What I normally do is preprocess the data and find, for every slice of samples that will be drawn , the average, the maximum, and the minimum (add this piece of code to the above python script):

SAMPLE=100
np.savetxt("sampledata.dat", raw[0::SAMPLE, :])
#
# create the file with t, y, ymin, ymax
#
reducedlen = math.floor(len(t1)/SAMPLE) 
reduced = np.zeros([reducedlen, 4])
for i in range(0, reducedlen):
    j = i*SAMPLE 
    reduced[i, 0] = t1[j]
    reduced[i, 1] = np.average(y1[j:j+SAMPLE])
    reduced[i, 2] = np.min(y1[j:j+SAMPLE])
    reduced[i, 3] = np.max(y1[j:j+SAMPLE])
np.savetxt("reduced.dat", reduced)

and then I abuse the error bars to use them to have a "noise band" around the averaged signal (btw: you should use a nicer anti-aliasing filter here. The average is just an example and can fail sometime).
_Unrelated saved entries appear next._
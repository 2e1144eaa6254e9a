import type { FrameAnalysis } from '../../server/src/analysis/frame-analysis';
import { evaluatePair, type Pair } from '../../server/src/analysis/pair';
import { type Basis, errorBound, type Regime, regimeOf } from '../../server/src/analysis/reference';
import { DEFAULT_REQUEST, type Knowledge } from '../../server/src/analysis/settings';
import type { System } from '../../server/src/analysis/system';
import { DEBYE_E_A } from '../../server/src/physics/constants';
import { eeqCharges } from '../../server/src/physics/eeq-charges';
import { atomicNumberOf, symbolOf, VDW_RADIUS_A } from '../../server/src/physics/elements';
import { analyse } from '../support/analyse';
import { type Geometry, geometryOf, massCentre } from './data/geometry';
import { IONS } from './data/ions';
import { MMFF94 } from './data/mmff94-charges';
import { MOLECULES } from './data/molecules';
import { type Atom, seeded, xyz } from './data/outside-program';

/**
 * How often the program judges a point dipole as it would if it knew the charges. Each pair of molecules with charges is taken through the
 * program twice: with its charge column, where the regime rests on `charges`, and with nothing but net charge and dipole of each molecule.
 */

interface Subject {
  readonly name: string;
  readonly isIon: boolean;
  readonly atoms: readonly Atom[];
}

/** Where the charges of a study come from. */
export type Charges = 'force fields' | 'scaled EEQ';

export interface Judged {
  readonly charges: Charges;
  readonly names: readonly [string, string];
  readonly hasIon: boolean;
  readonly distanceA: number;
  readonly touching: boolean;
  /** The larger of reference and point estimate in size, in kT. */
  readonly strengthKT: number;
  /** By basis: `charges` is what is to be met. */
  readonly regime: Readonly<Record<'charges' | Way, Regime>>;
}

/**
 * How a pair without charges is judged: by basis, and by what may be used: nothing (charges start from zero), estimates (they start from
 * EEQ, and the doubt of a reference counts), or estimates without the doubt.
 */
export const WAYS = [
  'fitted, no estimates',
  'fitted, EEQ without doubt',
  'fitted, EEQ',
  'extent, no estimates',
  'extent, EEQ',
] as const;
export type Way = (typeof WAYS)[number];

const ESTIMATES: Knowledge = { library: null, estimates: true };
/** No pair stands farther apart, Å. */
const FARTHEST_A = 15;
/** The closest contact of a pair, as a share of the van der Waals radii: hydrogen bonds go down to about this. */
const CLOSEST_RATIO = 0.75;
/** How many pairs: of two neutral molecules, and of an ion and a neutral one. */
const PAIRS: Readonly<Record<Charges, readonly [number, number]>> = {
  'force fields': [4000, 3000],
  'scaled EEQ': [2000, 1000],
};
/** One molecule in so many is a water. */
const WATER_SHARE = 4;

/** Bond (Å), angle (°), charge of a hydrogen (e), distance of the negative charge from O (Å); sources in outside-charge-models.test.ts. */
const WATERS = [
  ['SPC', 1, 109.47, 0.41, 0],
  ['SPC/E', 1, 109.47, 0.4238, 0],
  ['TIP3P', 0.9572, 104.52, 0.417, 0],
  ['TIP4P/2005', 0.9572, 104.52, 0.5564, 0.1546],
] as const;

const LONE_IONS = [
  ['Li', 1],
  ['Na', 1],
  ['K', 1],
  ['Mg', 2],
  ['F', -1],
  ['Cl', -1],
  ['Br', -1],
] as const;

function waters(): Subject[] {
  return WATERS.map(([name, bondA, angleDeg, chargeE, siteA]) => {
    const half = (angleDeg * Math.PI) / 360;
    const [x, y] = [bondA * Math.cos(half), bondA * Math.sin(half)];
    const oxygen: Atom = ['O', 0, 0, 0, siteA === 0 ? -2 * chargeE : 0];
    const site: Atom[] = siteA === 0 ? [] : [['X', siteA, 0, 0, -2 * chargeE]];
    return { name, isIon: false, atoms: [oxygen, ['H', x, y, 0, chargeE], ['H', x, -y, 0, chargeE], ...site] };
  });
}

function atomsOf({ count, elements, positionsA }: Geometry, chargesE: ArrayLike<number>): Atom[] {
  return Array.from({ length: count }, (_, i) => [
    symbolOf(elements[i]!),
    positionsA[3 * i]!,
    positionsA[3 * i + 1]!,
    positionsA[3 * i + 2]!,
    chargesE[i]!,
  ]);
}

/** Molecules and ions with MMFF94 charges, the rounding of their sum spread over the atoms. */
function forceFieldSubjects(): Subject[] {
  return MMFF94.map(({ name, chargesE, atoms }) => {
    const known = MOLECULES.find((row) => row.name === name) ?? IONS.find((row) => row.name === name);
    const geometry = geometryOf(atoms ?? known!.atoms);
    const sum = chargesE.reduce((total, q) => total + q, 0);
    const over = (sum - Math.round(sum)) / geometry.count;
    const even = chargesE.map((q) => q - over);
    return { name, isIon: Math.round(sum) !== 0, atoms: atomsOf(geometry, even) };
  });
}

/** Neutral molecules whose EEQ charges, multiplied by one number (½ to 2), have a dipole of the published size. */
function scaledSubjects(): Subject[] {
  return MOLECULES.flatMap(({ name, published, dipoleD, atoms }) => {
    const geometry = geometryOf(atoms);
    const size = Math.hypot(...dipoleD) * DEBYE_E_A;
    const chargesE = new Float64Array(geometry.count);
    if (!published || size === 0) return [];
    if (eeqCharges(geometry.count, geometry.elements, geometry.positionsA, 0, chargesE) !== null) return [];
    const centre = massCentre(geometry);
    const own = [0, 1, 2].map((a) =>
      chargesE.reduce((sum, q, i) => sum + q * (geometry.positionsA[3 * i + a]! - centre[a]!), 0),
    );
    const scale = size / Math.hypot(...own);
    if (!(scale > 0.5 && scale < 2)) return [];
    const scaled = chargesE.map((q) => q * scale);
    return [{ name, isIon: false, atoms: atomsOf(geometry, scaled) }];
  });
}

const loneIons = (): Subject[] =>
  LONE_IONS.map(([symbol, chargeE]) => ({ name: symbol, isIon: true, atoms: [[symbol, 0, 0, 0, chargeE]] }));

type Random = () => number;

/** The atoms about their mean position, turned at random (Shoemake's quaternions). */
function turned(atoms: readonly Atom[], random: Random): Atom[] {
  const [u1, u2, u3] = [random(), 2 * Math.PI * random(), 2 * Math.PI * random()];
  const [a, b] = [Math.sqrt(1 - u1), Math.sqrt(u1)];
  const [x, y, z, w] = [a * Math.sin(u2), a * Math.cos(u2), b * Math.sin(u3), b * Math.cos(u3)];
  const rows = [
    [1 - 2 * (y * y + z * z), 2 * (x * y - z * w), 2 * (x * z + y * w)],
    [2 * (x * y + z * w), 1 - 2 * (x * x + z * z), 2 * (y * z - x * w)],
    [2 * (x * z - y * w), 2 * (y * z + x * w), 1 - 2 * (x * x + y * y)],
  ];
  const mean = [1, 2, 3].map((k) => atoms.reduce((sum, atom) => sum + (atom[k] as number), 0) / atoms.length);
  return atoms.map((atom) => {
    const r = [1, 2, 3].map((k) => (atom[k] as number) - mean[k - 1]!);
    const [px, py, pz] = rows.map((row) => row[0]! * r[0]! + row[1]! * r[1]! + row[2]! * r[2]!);
    return [atom[0], px!, py!, pz!, atom[4]] as Atom;
  });
}

const shifted = (atoms: readonly Atom[], x: number): Atom[] =>
  atoms.map(([symbol, ax, y, z, q]) => [symbol, ax + x, y, z, q] as Atom);

/** Smallest distance over the sum of van der Waals radii, ghosts aside. */
function contactRatio(first: readonly Atom[], second: readonly Atom[], x: number): number {
  let smallest = Number.POSITIVE_INFINITY;
  for (const a of first) {
    for (const b of second) {
      if (a[0] === 'X' || b[0] === 'X') continue;
      const sum = VDW_RADIUS_A[atomicNumberOf(a[0])]! + VDW_RADIUS_A[atomicNumberOf(b[0])]!;
      smallest = Math.min(smallest, Math.hypot(b[1] + x - a[1], b[2] - a[2], b[3] - a[3]) / sum);
    }
  }
  return smallest;
}

/** Two molecules at random orientations, their separation even between contact and the farthest. */
function placed(one: Subject, two: Subject, random: Random): [Atom[], Atom[]] {
  const first = turned(one.atoms, random);
  const second = turned(two.atoms, random);
  let contact = FARTHEST_A;
  while (contact > 0.1 && contactRatio(first, second, contact - 0.05) > CLOSEST_RATIO) contact -= 0.05;
  return [first, shifted(second, contact + (FARTHEST_A - contact) * random())];
}

/** The pair with nothing but net charge and dipole of each molecule, as the program has them from the charges. */
function stripped(first: readonly Atom[], second: readonly Atom[], { moments }: FrameAnalysis): string {
  const real = [first, second].map((atoms) => atoms.flatMap((a) => (a[0] === 'X' ? [] : [a.slice(0, 4)])) as unknown);
  const [one, two] = real as [Atom[], Atom[]];
  const dipoles = [...moments.dipoleEA].map((value) => value / DEBYE_E_A).join(' ');
  const groups = `fragment_atoms="1-${one.length} ${one.length + 1}-${one.length + two.length}"`;
  return xyz(
    [...one, ...two],
    `${groups} fragment_charges="${moments.chargeE.join(' ')}" fragment_dipoles="${dipoles}" dipole_unit=D`,
  );
}

function judge(charges: Charges, one: Subject, two: Subject, random: Random): Judged | null {
  const [first, second] = placed(one, two, random);
  const groups = `fragment_atoms="1-${first.length} ${first.length + 1}-${first.length + second.length}"`;
  const [frame] = analyse(xyz([...first, ...second], groups)).frames;
  const { system } = frame!;
  const truth = evaluatePair(system, 0, 1);
  if (truth.basis !== 'charges') throw new Error(`${one.name}, ${two.name}: the charges are not taken.`);
  // Within a fragment no basis judges.
  if (truth.enclosed) return null;
  const text = stripped(first, second, frame!);
  const [unaided, aided] = [null, ESTIMATES].map(
    (knowledge) => analyse(text, 'xyz', { ...DEFAULT_REQUEST, knowledge }).frames[0]!.system,
  ) as [System, System];
  const on = (bare: System, basis: Basis): Pair & { regime: Regime } => {
    const pair = evaluatePair(basis === 'fitted' ? bare : { ...bare, fitted: new Uint8Array(2) }, 0, 1);
    // Where no charges have the dipole the program falls back on the extent.
    if (pair.regime === null || (pair.basis !== basis && pair.basis !== 'extent'))
      throw new Error(`${one.name}, ${two.name}: ${pair.basis} where ${basis} was to be tried.`);
    return pair as Pair & { regime: Regime };
  };
  const withDoubt = on(aided, 'fitted');
  const { errorKJPerMol, referenceKJPerMol } = withDoubt;
  return {
    charges,
    names: [one.name, two.name],
    hasIon: one.isIon || two.isIon,
    distanceA: truth.distanceA,
    touching: truth.contact === 'touching',
    strengthKT: truth.strengthKJPerMol / system.kTKJPerMol,
    regime: {
      charges: truth.regime!,
      'fitted, no estimates': on(unaided, 'fitted').regime,
      'fitted, EEQ without doubt': Number.isNaN(errorKJPerMol)
        ? withDoubt.regime
        : regimeOf(errorKJPerMol, errorBound(aided, referenceKJPerMol)),
      'fitted, EEQ': withDoubt.regime,
      'extent, no estimates': on(unaided, 'extent').regime,
      'extent, EEQ': on(aided, 'extent').regime,
    },
  };
}

/** All pairs of the study; for one seed always the same. */
export function calibrate(seed: number): Judged[] {
  const random = seeded(seed);
  const pick = (list: readonly Subject[]) => list[Math.floor(random() * list.length)]!;
  const fields = forceFieldSubjects();
  const ions = [...loneIons(), ...fields.filter(({ isIon }) => isIon)];
  const neutral: Readonly<Record<Charges, readonly Subject[]>> = {
    'force fields': fields.filter(({ isIon }) => !isIon),
    'scaled EEQ': scaledSubjects(),
  };
  const judged: Judged[] = [];
  for (const charges of ['force fields', 'scaled EEQ'] as const) {
    const any = () =>
      charges === 'force fields' && random() * WATER_SHARE < 1 ? pick(waters()) : pick(neutral[charges]);
    for (const [kind, count] of PAIRS[charges].entries()) {
      for (let made = 0; made < count; ) {
        const pair = judge(charges, kind === 0 ? any() : pick(ions), any(), random);
        if (pair === null) continue;
        judged.push(pair);
        made++;
      }
    }
  }
  return judged;
}

const RANK: Readonly<Record<Regime, number>> = { far: 0, edge: 1, near: 2 };

/** Shares of some pairs judged the same, too optimistically and too pessimistically. */
export interface Score {
  readonly pairs: number;
  readonly same: number;
  readonly optimistic: number;
  readonly pessimistic: number;
  /** Judged far where true charges say near. */
  readonly grave: number;
}

export function score(pairs: readonly Judged[], way: Way): Score {
  const counts = [0, 0, 0];
  for (const { regime } of pairs) counts[1 + Math.sign(RANK[regime[way]] - RANK[regime.charges])]!++;
  const [optimistic, same, pessimistic] = counts.map((count) => count / Math.max(1, pairs.length));
  const graves = pairs.filter(({ regime }) => regime[way] === 'far' && regime.charges === 'near').length;
  const grave = graves / Math.max(1, pairs.length);
  return { pairs: pairs.length, same: same!, optimistic: optimistic!, pessimistic: pessimistic!, grave };
}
The code will be:

 \addplot[red,
          error bars/.cd, 
          y dir=both, 
          y explicit, 
          % error bar style={line width=2pt,}, % if you need it!
          error mark options={
              red,
              mark size=0pt,
          }
          ] 
          table [x index=0, y index=1, header = false, 
              y error minus expr = \thisrowno{1}-\thisrowno{2}, 
              y error plus expr = \thisrowno{3}-\thisrowno{1},
          ]{reduced.dat};

and the result is the following one — that may be not really nice, but it is safe.

Final diagram

BTW, the same diagram can be obtained also using fill between using the minimum and maximum, which is probably more logical:

\documentclass[border=10pt]{standalone}
\usepackage{tikz}
\usepackage{pgfplots}\pgfplotsset{compat=1.13}
\usetikzlibrary{arrows.meta,positioning,calc}
\usepgfplotslibrary{fillbetween}
\begin{document}
\begin{tikzpicture}[
    ]
        \begin{axis}[
            xmin=0, xmax=100, 
            ymin=-1.5, ymax=1.5,
            axis x line = center, 
            axis y line = center,
            axis line style = {thick, gray},
            xlabel = {$x$},
            % every axis x label/.append style = {below, gray},
            ylabel = {$y$},
            legend style = {nodes=right},
            legend pos = north east,
            clip mode = individual,
            ]
            \addplot[red, name path = minimum]
                table [x index=0, y index=2, header=false]{reduced.dat};
            \addplot[red, name path = maximum]
                table [x index=0, y index=3, header=false]{reduced.dat};
            \addplot[red] fill between [of=minimum and maximum];
        \end{axis}
\end{tikzpicture}
\end{document}

Notice that the visual aliasing could also happen outside of your control if you use the full set of data: in the printer, in the PDF viewer, etc. (they should have the anti-aliasing filters built-in, but well — I prefer to feed good data in the first place).